Multiply your hourly rate by the hours you work per week, then by 52 weeks. For example, $30 an hour at 40 hours a week is $30 x 40 x 52 = $62,400 a year. For a quick estimate at 40 hours, double the hourly rate and add three zeros (e.g. $30 -> ~$60,000).
$30 an hour is $62,400 a year at 40 hours a week for 52 weeks ($30 x 40 x 52). That is about $5,200 a month, $2,400 per biweekly check, or $1,200 a week before taxes. After federal tax and FICA, the take-home is roughly $52,300 for a single filer with no state tax.
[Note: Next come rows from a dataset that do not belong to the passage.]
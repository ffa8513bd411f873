"""What is odd about settings that can be used all the same."""

from collections.abc import Callable

from config.settings import Settings

SOURCE = """
[[source]]
name = "plays"
kind = "csv"
path = "counts.csv"
[source.fields]
at = "day"
count = "plays"
split = "show"
[source.streams]
shape = "calendar"
interval = "day"
absent = "zero"
slate = "Lampwick House"
[source.stream."Evening Walks"]
slate = "Mornings"
"""
OUTLET = '[[outlet]]\nname = "desk"\nkind = "webhook"\naddress = { env = "A" }\nsecret = { env = "S" }\n'
ENVIRON = {"A": "https://desk.example/in", "S": "whsec_" + "A" * 32}

Load = Callable[..., Settings]


def test_without_an_outlet_nobody_is_told(load: Load) -> None:
    assert load(SOURCE).warnings == (
        "There is no outlet: shifts are recorded, and nobody is told. Add an [[outlet]].",
    )


def test_an_outlet_for_all_leaves_nothing_to_warn_of(load: Load) -> None:
    assert load(SOURCE + OUTLET, ENVIRON).warnings == ()


def test_a_slate_that_no_outlet_takes_is_warned_of(load: Load) -> None:
    assert load(SOURCE + OUTLET + 'slates = ["Lampwick House"]', ENVIRON).warnings == (
        'Source "plays": no outlet takes the streams of slate "Mornings"; nobody is told of them.',
    )
    assert load(SOURCE + OUTLET + 'slates = ["Lampwick House", "Mornings"]', ENVIRON).warnings == ()
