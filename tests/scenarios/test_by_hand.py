"""`poll` and `rebuild` below the command line: a settings file, a table, and the machine's own clock."""

from pathlib import Path

import pytest

from service.cli.main import run_command
from service.exit_codes import Exit
from service.poll import UnknownSource, poll_once
from service.rebuild import Rebuilt, rebuild_stream
from storage.engine import open_store
from storage.errors import NoSuchRow
from storage.posteriors import history
from storage.rounds import FAILED, GOOD, NOTHING_NEW

SETTINGS = """
[[source]]
name = "plays"
kind = "csv"
path = "plays.csv"
every = "1h"
leave_out = ["trailers"]

  [source.fields]
  at = "day"
  count = "plays"
  split = "show"

  [source.streams]
  shape = "calendar"
  interval = "week"
  absent = "missing"

[[source]]
name = "letters"
kind = "csv"
path = "nonesuch.csv"
every = "1h"

  [source.fields]
  at = "day"
  count = "opens"

  [source.streams]
  shape = "calendar"
  interval = "week"
  absent = "missing"
"""


@pytest.fixture
def settings(tmp_path: Path, studio, counts_of) -> Path:
    studio.weekly("quay", counts_of(1, (1000, 14)))
    lines = [f"{row['day']},{row['show']},{row['plays']}" for row in studio.rows]
    (tmp_path / "plays.csv").write_text("\n".join(["day,show,plays", *lines, ""]), encoding="utf-8")
    path = tmp_path / "house.toml"
    path.write_text(SETTINGS, encoding="utf-8")
    return path


def test_polling_by_hand(settings: Path) -> None:
    plays, letters = poll_once(settings, []).rounds
    assert (plays.source, plays.outcome, plays.rows_used) == ("plays", GOOD, 14)
    assert (letters.source, letters.outcome) == ("letters", FAILED)
    assert "nonesuch.csv" in (letters.message or "")
    (again,) = poll_once(settings, ["plays"]).rounds
    assert (again.outcome, again.rows_used) == (NOTHING_NEW, 0)


def test_polling_says_that_a_stream_could_not_be_folded(settings: Path, tmp_path: Path) -> None:
    (tmp_path / "plays.csv").write_text("day,show,plays\n1001-01-01,quay,5\n", encoding="utf-8")
    settings.write_text(SETTINGS.replace('interval = "week"', 'interval = "day"'), encoding="utf-8")
    assert poll_once(settings, ["plays"]).unfolded == 0
    with (tmp_path / "plays.csv").open("a", encoding="utf-8") as file:
        file.write("2026-01-01,quay,6\n")
    polled = poll_once(settings, ["plays"])
    assert polled.unfolded == 1
    assert "absent intervals" in (polled.rounds[0].message or "")
    assert run_command(["--settings", str(settings), "poll", "plays"]) == Exit.TROUBLE


def test_a_source_that_is_not_there(settings: Path, tmp_path: Path) -> None:
    with pytest.raises(UnknownSource, match="letters"):
        poll_once(settings, ["plays", "mail"])
    assert not (tmp_path / "knickpoint.sqlite").exists()


def test_rebuilding_by_hand(settings: Path, tmp_path: Path) -> None:
    poll_once(settings, ["plays"])
    with open_store(str(tmp_path / "knickpoint.sqlite")) as store:
        with store.reading() as conn:
            before = [row.history for row in history(conn, "plays/quay")]
        assert rebuild_stream(settings, "plays/quay") == Rebuilt("plays/quay", 14, 0)
        with store.reading() as conn:
            assert [row.history for row in history(conn, "plays/quay")] == before
    with pytest.raises(NoSuchRow):
        rebuild_stream(settings, "plays/mill")
    settings.write_text(SETTINGS.replace("trailers", "quay"), encoding="utf-8")
    assert rebuild_stream(settings, "plays/quay") == Rebuilt("plays/quay", None, 0)
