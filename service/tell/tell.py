"""Tell: untold shifts become messages in the outbox, slate by slate.

Writing a slate's messages and marking its shifts as told is one transaction: a crash before it tells nothing,
a crash after it has told everything, and a second teller finds nothing left to do. A shift that no outlet
takes is marked too, so that an outlet that is added next year does not begin with last year's alerts; the
table of shifts keeps it, and how it was told.
"""

import datetime
import hashlib
from collections.abc import Sequence
from dataclasses import dataclass

from sqlalchemy import Connection

from service.clock import Clock
from service.logs import log
from service.tell.alert_body import EMERGING_TYPE, alert_body
from service.tell.gather import Untold, gather, story_of
from storage.engine import Store
from storage.outbox import NewDelivery, add_delivery
from storage.shifts import get_shift, mark_told

SENT = "sent"
HUSHED = "hushed"
NO_OUTLET = "no outlet"
MOST_PASSES = 200


@dataclass(frozen=True, slots=True)
class Taker:
    """An outlet, and the slates whose alerts it takes: None for all, streams without a slate included."""

    outlet: str
    slates: frozenset[str] | None = None

    def takes(self, slate: str | None) -> bool:
        """Whether alerts of this slate go to the outlet."""
        return self.slates is None or slate in self.slates


@dataclass(frozen=True, slots=True)
class Telling:
    """How one shift is told: the messages that are written for it, if any."""

    untold: Untold
    how: str
    deliveries: tuple[NewDelivery, ...]


def tell_due(store: Store, takers: Sequence[Taker], clock: Clock) -> int:
    """Tell every untold shift; gives how many were dealt with, those that nobody is sent included."""
    told = 0
    for _ in range(MOST_PASSES):
        with store.reading() as conn:
            slates = gather(conn)
        done = sum(_tell_slate(store, untold, takers, clock) for untold in slates.values())
        if not done:
            break
        told += done
    return told


def delivery_id(outlet: str, shift_id: str, kind: str) -> str:
    """A stable id: the same message to the same outlet has the same, however often it is composed."""
    text = f"{kind}\n{shift_id}\n{outlet}"
    return "msg_" + hashlib.sha256(text.encode("utf-8", "surrogatepass")).hexdigest()[:24]


def _tell_slate(store: Store, untold: Sequence[Untold], takers: Sequence[Taker], clock: Clock) -> int:
    now = clock.now()
    tellings = [_telling(one, takers, now) for one in untold]
    with store.writing() as conn:
        written = [telling for telling in tellings if _write(conn, telling, now)]
    for telling in written:
        _log(telling)
    return len(written)


def _telling(untold: Untold, takers: Sequence[Taker], now: datetime.datetime) -> Telling:
    hushed_until = untold.stream.hushed_until_utc
    if hushed_until is not None and hushed_until > now:
        return Telling(untold, HUSHED, ())
    outlets = [taker.outlet for taker in takers if taker.takes(untold.stream.slate)]
    deliveries = tuple(_delivery(untold, outlet, now) for outlet in outlets)
    return Telling(untold, SENT if deliveries else NO_OUTLET, deliveries)


def _delivery(untold: Untold, outlet: str, now: datetime.datetime) -> NewDelivery:
    message = delivery_id(outlet, untold.shift.id, EMERGING_TYPE)
    body = alert_body(story_of(untold), message, now)
    return NewDelivery(message, outlet, untold.shift.id, body, created_utc=now, due_utc=now)


def _write(conn: Connection, telling: Telling, now: datetime.datetime) -> bool:
    """False if somebody else has told it since it was read."""
    shift_id = telling.untold.shift.id
    if get_shift(conn, shift_id).told_utc is not None:
        return False
    for delivery in telling.deliveries:
        add_delivery(conn, delivery)
    return mark_told(conn, [shift_id], now=now, how=telling.how) == 1


def _log(telling: Telling) -> None:
    shift, stream = telling.untold.shift, telling.untold.stream
    facts = {"shift": shift.id, "stream": stream.id, "slate": stream.slate}
    if telling.how == HUSHED:
        log.info("shift not sent, its stream is hushed", until=stream.hushed_until_utc, **facts)
    elif telling.how == NO_OUTLET:
        log.warning("shift not sent, no outlet takes its slate", **facts)
    else:
        log.info("shift told", outlets=", ".join(one.outlet for one in telling.deliveries), **facts)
A standard full-time year is 2,080 hours (40 hours x 52 weeks). If you take two weeks of unpaid leave, it is 2,000 hours. Some salary conversions use 2,080 hours, so an hourly rate times 2,080 gives the annual salary.
It depends. Salaried roles offer predictable pay and often more benefits, but salaried-exempt workers usually do not get overtime. Hourly workers earn time-and-a-half over 40 hours, which can mean more pay during busy periods. The right choice depends on your hours, benefits, and overtime potential.
First convert gross (rate x hours x 52), then subtract federal income tax, FICA (7.65%), and any state tax to get take-home. This calculator does both: it shows your gross annual, monthly, biweekly and weekly salary, plus an estimated after-tax figure using 2026 federal rates.
The base conversion assumes your stated hours at your regular rate. If you regularly work overtime, add those hours at 1.5x your rate. For example, 5 overtime hours a week at a $30 rate adds $30 x 1.5 x 5 x 52 = $11,700 a year to your salary equivalent.